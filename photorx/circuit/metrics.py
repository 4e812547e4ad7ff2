"""Figures of merit of a transimpedance loop: bandwidth, margins, peaking, step response.

Functional core: :func:`tia_figures` takes broadcastable parameter arrays (one element per
design) and returns a dict of arrays, with no Python loop over design points, so that a sweep
of 10^4 designs is one call. :func:`closed_loop_polynomial`, :func:`closed_loop_poles` and
:func:`loop_margins` are the pieces it is built from. Shell: :class:`TiaMetrics` (a frozen
dataclass holding the figures) and :func:`analyze_tia` (what ``Tia.analyze`` calls).

Method
------
With the nodal analysis of :mod:`photorx.circuit.tia` (A = A0/D_A(s), Yf = Gf + s Cf,
Zd = 1/(Gsh + s Cd), P(s) = 1 + Rs Gsh + s Rs Cd, Yin P = N_in(s), Q2 = Yf P + N_in)
the closed-loop transimpedance is all-pole::

    Zt(s) = A0 / Den(s),   Den(s) = Q2(s) D_A(s) + A0 Yf(s) P(s)

and Den(s) = 0 is also 1 + T(s) = 0 with the loop gain T = A0 Yf P / (D_A Q2). Hence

══════════════════════════════

▶ [PROBLEM DESCRIPTION]
Set the data down once more, exactly as it stands.

▶ [SOLUTION]
filename photorx/circuit/metrics.py
repository 4e812547e4ad7ff2
"""Figures of merit of a transimpedance loop: bandwidth, margins, peaking, step response.

Functional core: :func:`tia_figures` takes broadcastable parameter arrays (one element per
design) and returns a dict of arrays, with no Python loop over design points, so that a sweep
of 10^4 designs is one call. :func:`closed_loop_polynomial`, :func:`closed_loop_poles` and
:func:`loop_margins` are the pieces it is built from. Shell: :class:`TiaMetrics` (a frozen
dataclass holding the figures) and :func:`analyze_tia` (what ``Tia.analyze`` calls).

Method
------
With the nodal analysis of :mod:`photorx.circuit.tia` (A = A0/D_A(s), Yf = Gf + s Cf,
Zd = 1/(Gsh + s Cd), P(s) = 1 + Rs Gsh + s Rs Cd, Yin P = N_in(s), Q2 = Yf P + N_in)
the closed-loop transimpedance is all-pole::

    Zt(s) = A0 / Den(s),   Den(s) = Q2(s) D_A(s) + A0 Yf(s) P(s)

and Den(s) = 0 is also 1 + T(s) = 0 with the loop gain T = A0 Yf P / (D_A Q2). Hence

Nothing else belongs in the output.